SOUTH AFRICA – Africa’s largest packaging manufacturer, Nampak, has reported a drop in revenue by 17% to R6.5billion (US$372.4m) for the six months ended March 2020, primarily due to weaker economic conditions in South Africa, Angola and Zimbabwe.  

The groups operating profit fell by 68% to R287 million (US$16.4m), due to tough trading conditions, increased competition and foreign exchange movements.

Trading profit fell 39% to R633m (US$36.2m), as a result of a loss in Divfood, reduced demand in Angola and the overall beverage can market declining in South Africa.

The group swung into a loss of about R2.4bn (US$137,500) from profit of R653.3m (US$37.4m) previously recorded. Headline earnings for continuing operations amounted to 7cps.

The company said in a statement that trading margins declined to 9.7% from 13.1%, primarily due to reduced profitability in Metals for continuing operations. 

During the period under review, Nampak transferred R1.6 billion (US$91.6m) from Nigeria and Angola, representing cash transfer rate of 124% of the opening cash balances.

Capital expenditure for continuing operations increased 13% to R407m (US$23.3m), mainly for the conversion of the line in Angola from steel to aluminium.

Nampak swiftly implemented measures from the end of March to mitigate some of the COVID-19 impact on the second half of the year.

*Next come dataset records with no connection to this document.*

// CSV edge list: a header with `source` and `target` columns, then one link per row.
// Quoting follows RFC 4180 (fields in double quotes may hold commas, line breaks and
// doubled quotes). Optional columns: id, length, latency, capacity, weight, risk_groups
// (ids separated by ";"), hardened; any other column is kept as a link attribute.
// Nodes are created in order of first appearance.

import type { DesignFormat, SourcePos, Topology } from './model.js';
import { TopologyBuilder, type BuilderOptions } from './builder.js';
import { mapLinkAttributes } from './attributes.js';

interface Cell {
  text: string;
  pos: SourcePos;
}

interface Row {
  cells: Cell[];
  /** Where the row ends (for "missing column" errors). */
  end: SourcePos;
}

/**
 * The rows one at a time, so that a file with millions of rows is never held as rows: the
 * builder's element limit stops the read where it is crossed.
 */
export function* csvRows(text: string, b: TopologyBuilder): Generator<Row> {
  let i = 0;
  let line = 1;
  let lineStart = 0;
  if (text.charCodeAt(0) === 0xfeff) i = lineStart = 1;
  const n = text.length;
  while (i < n) {
    const cells: Cell[] = [];
    for (;;) {
      const pos = { line, column: i - lineStart + 1 };
      let value = '';
      if (text[i] === '"') {
        i++;
        for (;;) {
          if (i >= n)
            throw b.error(
              'unterminated quoted field',
              pos,
              'close the field with a double quote (write "" for a quote inside it)',
            );
          const c = text[i];
          if (c === '"') {
            if (text[i + 1] === '"') {
              value += '"';
              i += 2;
              continue;
            }
            i++;
            break;
          }
          if (c === '\n') {
            line++;
            lineStart = i + 1;
          }
          value += c;
          i++;
        }
        if (i < n && text[i] !== ',' && text[i] !== '\n' && text[i] !== '\r') {
          throw b.error(
            'text after a closing quote',
            { line, column: i - lineStart + 1 },
            'a quoted field must end at a comma or the end of the line',
          );
        }
      } else {
        const start = i;
        while (i < n && text[i] !== ',' && text[i] !== '\n' && text[i] !== '\r') i++;
        value = text.slice(start, i);
        if (value.includes('"'))
          throw b.error(
            'a double quote inside an unquoted field',
            pos,
            'quote the whole field and double the quote: "a ""b"""',
          );
      }
      cells.push({ text: value, pos });
      if (i < n && text[i] === ',') {
        i++;
        continue;
      }
      break;
    }
    const end = { line, column: i - lineStart + 1 };
    if (text[i] === '\r') i++;
    if (text[i] === '\n') i++;
    line++;
    lineStart = i;
    if (cells.length === 1 && cells[0].text.trim() === '') continue;
    yield { cells, end };
  }
}

/**
 * Whether a CSV text is an edge list: its first row (the header) names a `source` and a
 * `target` column (ignoring case and spaces around names), as parseEdgeList requires. A text
 * whose first row cannot be read as CSV is not one. Reads the first row only.
 */
export function csvHasEdgeHeader(text: string): boolean {
  try {
    const first = csvRows(text, new TopologyBuilder('', 'csv')).next();
    if (first.done) return false;
    const names = first.value.cells.map((c) => c.text.trim().toLowerCase());
    return names.includes('source') && names.includes('target');
  } catch {
    return false; // an unterminated quote on the first line: not a header of ours
  }
}

export function parseEdgeList(
  text: string,
  file: string,
  options: BuilderOptions = {},
  format: DesignFormat = 'csv',
): Topology {
  const b = new TopologyBuilder(file, format, options);
  const rows = csvRows(text, b);
  const first = rows.next();
  if (first.done)
    throw b.error(
      'the CSV file is empty',
      { line: 1, column: 1 },
      'the first line must be a header with source,target',
    );
  const headerCells = first.value.cells;
  const header = headerCells.map((c) => c.text.trim());
  const lower = header.map((h) => h.toLowerCase());
  for (const need of ['source', 'target']) {
    if (!lower.includes(need)) {
      throw b.error(
        `the CSV header has no "${need}" column`,
        headerCells[0].pos,
        'the first line must name the columns, e.g. source,target,length',
      );
    }
  }
  const seen = new Map<string, number>();
  lower.forEach((h, k) => {
    if (h === '') throw b.error(`column ${k + 1} of the header has no name`, headerCells[k].pos);
    const earlier = seen.get(h);
    if (earlier !== undefined)
      throw b.error(
        `column "${header[k]}" appears twice in the header`,
        headerCells[k].pos,
        `first as column ${earlier + 1}`,
      );
    seen.set(h, k);
  });
  const src = lower.indexOf('source');
  const dst = lower.indexOf('target');
  const idCol = lower.indexOf('id');

  let r = 0;
  for (const { cells, end } of rows) {
    r++;
    if (cells.length < header.length) {
      const missing = header
        .slice(cells.length)
        .map((h) => `"${h}"`)
        .join(', ');
      throw b.error(
        `row has ${cells.length} of the header's ${header.length} columns (missing ${missing})`,
        end,
        'add the missing values (an empty value is written as nothing between two commas)',
      );
    }
    if (cells.length > header.length) {
      throw b.error(
        `row has ${cells.length} columns but the header has ${header.length}`,
        cells[header.length].pos,
        'quote values that contain commas',
      );
    }
    const pos = cells[0].pos;
    const ends = [cells[src], cells[dst]];
    for (const c of ends) {
      const id = c.text.trim();
      if (id === '')
        throw b.error(`empty ${c === cells[src] ? 'source' : 'target'}`, c.pos, 'every row needs both link ends');
      if (!b.hasNode(id)) b.addNode({ id, pos: c.pos });
    }
    const raw: Record<string, unknown> = {};
    const where = new Map<string, SourcePos>();
    header.forEach((h, k) => {
      if (k === src || k === dst || k === idCol) return;
      raw[h] = cells[k].text;
      where.set(h, cells[k].pos);
    });
    const mapped = mapLinkAttributes(raw, b, (k) => where.get(k) ?? pos);
    const id = idCol >= 0 ? cells[idCol].text.trim() : '';
    b.addLink({
      what: `row ${r + 1}`,
      ...(id !== '' ? { id } : {}),
      source: ends[0].text.trim(),
      target: ends[1].text.trim(),
      pos,
      sourcePos: ends[0].pos,
      targetPos: ends[1].pos,
      ...mapped,
    });
  }
  return b.finish();
}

These include a freeze on most capital expenditure, optimising working capital by bringing inventory levels in line with reduced demand, optimising trade finance arrangements, extending payment terms with suppliers, the rightsizing of operations in line with reduced demand, assessing alternatives to improve profitability and increased scrutiny of all expenditure.  

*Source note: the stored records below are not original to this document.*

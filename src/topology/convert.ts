// Conversion between the formats netbrace reads: a parsed Topology, lengths estimated where
// they are missing, written by the target format's writer, with what that format could not
// hold. Pure: the shell (src/shell/commands/convert.ts) reads and writes the files.

import { greatCircleKm } from './geodesy.js';
import type { DesignFormat, Topology } from './model.js';
import { writeCsv } from './write-csv.js';
import { writeGeojson } from './write-geojson.js';
import { writeGml } from './write-gml.js';
import { writeGraphml } from './write-graphml.js';
import { writeNativeJson, writeNativeYaml } from './write-native.js';
import type { Written } from './write-shared.js';

/** The attribute that marks a length computed from the sites' coordinates. */
export const LENGTH_ESTIMATED = 'length_estimated';

export interface ConvertOptions {
  /** Give links without a length the great-circle distance between their sites (default true). */
  estimateLengths?: boolean;
}

export interface Converted extends Written {
  /** Links that were given an estimated length. */
  estimated: number;
  /** Links left without a length because a site has no coordinates. */
  unestimated: number;
  /** Estimated links that had a weight: the weighted metrics use a length before a weight. */
  overWeight: number;
}

/**
 * The design with every link that has no length given the great-circle distance between its
 * sites (rounded to the metre), marked `length_estimated: true`. The great circle is the
 * shortest possible path: a real route is longer, so an estimated length is a lower bound.
 */
export function estimateLengths(t: Topology): {
  topology: Topology;
  estimated: number;
  unestimated: number;
  overWeight: number;
} {
  const at = new Map(t.nodes.map((n) => [n.id, n]));
  let estimated = 0;
  let unestimated = 0;
  let overWeight = 0;
  const links = t.links.map((l) => {
    if (l.length !== undefined) return l;
    const [a, b] = [at.get(l.source)!, at.get(l.target)!];
    if (a.lat === undefined || a.lon === undefined || b.lat === undefined || b.lon === undefined) {
      unestimated++;
      return l;
    }
    estimated++;
    if (l.weight !== undefined) overWeight++;
    const km = Math.round(greatCircleKm(a.lat, a.lon, b.lat, b.lon) * 1000) / 1000;
    return { ...l, length: km, attrs: { ...l.attrs, [LENGTH_ESTIMATED]: true } };
  });
  return { topology: { ...t, links }, estimated, unestimated, overWeight };
}

/** The text of `t` in `format`. */
export function writeDesign(t: Topology, format: DesignFormat): Written {
  switch (format) {
    case 'native-yaml':
      return { text: writeNativeYaml(t, `netbrace design, converted from ${t.file}`), lost: [] };
    case 'native-json':
      return { text: writeNativeJson(t), lost: [] };
    case 'graphml':
      return writeGraphml(t);
    case 'gml':
      return writeGml(t);
    case 'csv':
      return writeCsv(t);
    case 'geojson':
      return writeGeojson(t);
  }
}

/** Convert a parsed design to `format`. Throws DesignError when the format cannot hold it at all. */
export function convertDesign(t: Topology, format: DesignFormat, options: ConvertOptions = {}): Converted {
  const { topology, ...counts } =
    options.estimateLengths === false
      ? { topology: t, estimated: 0, unestimated: 0, overWeight: 0 }
      : estimateLengths(t);
  return { ...writeDesign(topology, format), ...counts };
}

Turning to the outlook for the rest of year, Erik Smuts, Nampak CEO said, “The heightened uncertainty as a result of COVID-19 and the impact of individual country’s responses increases the difficulty in predicting the Group’s 2020 performance. “

“We are prioritising cost saving measures, preserving cash, reducing capital expenditure and are considering fast tracking restructurings to improve profitability,” Smut said.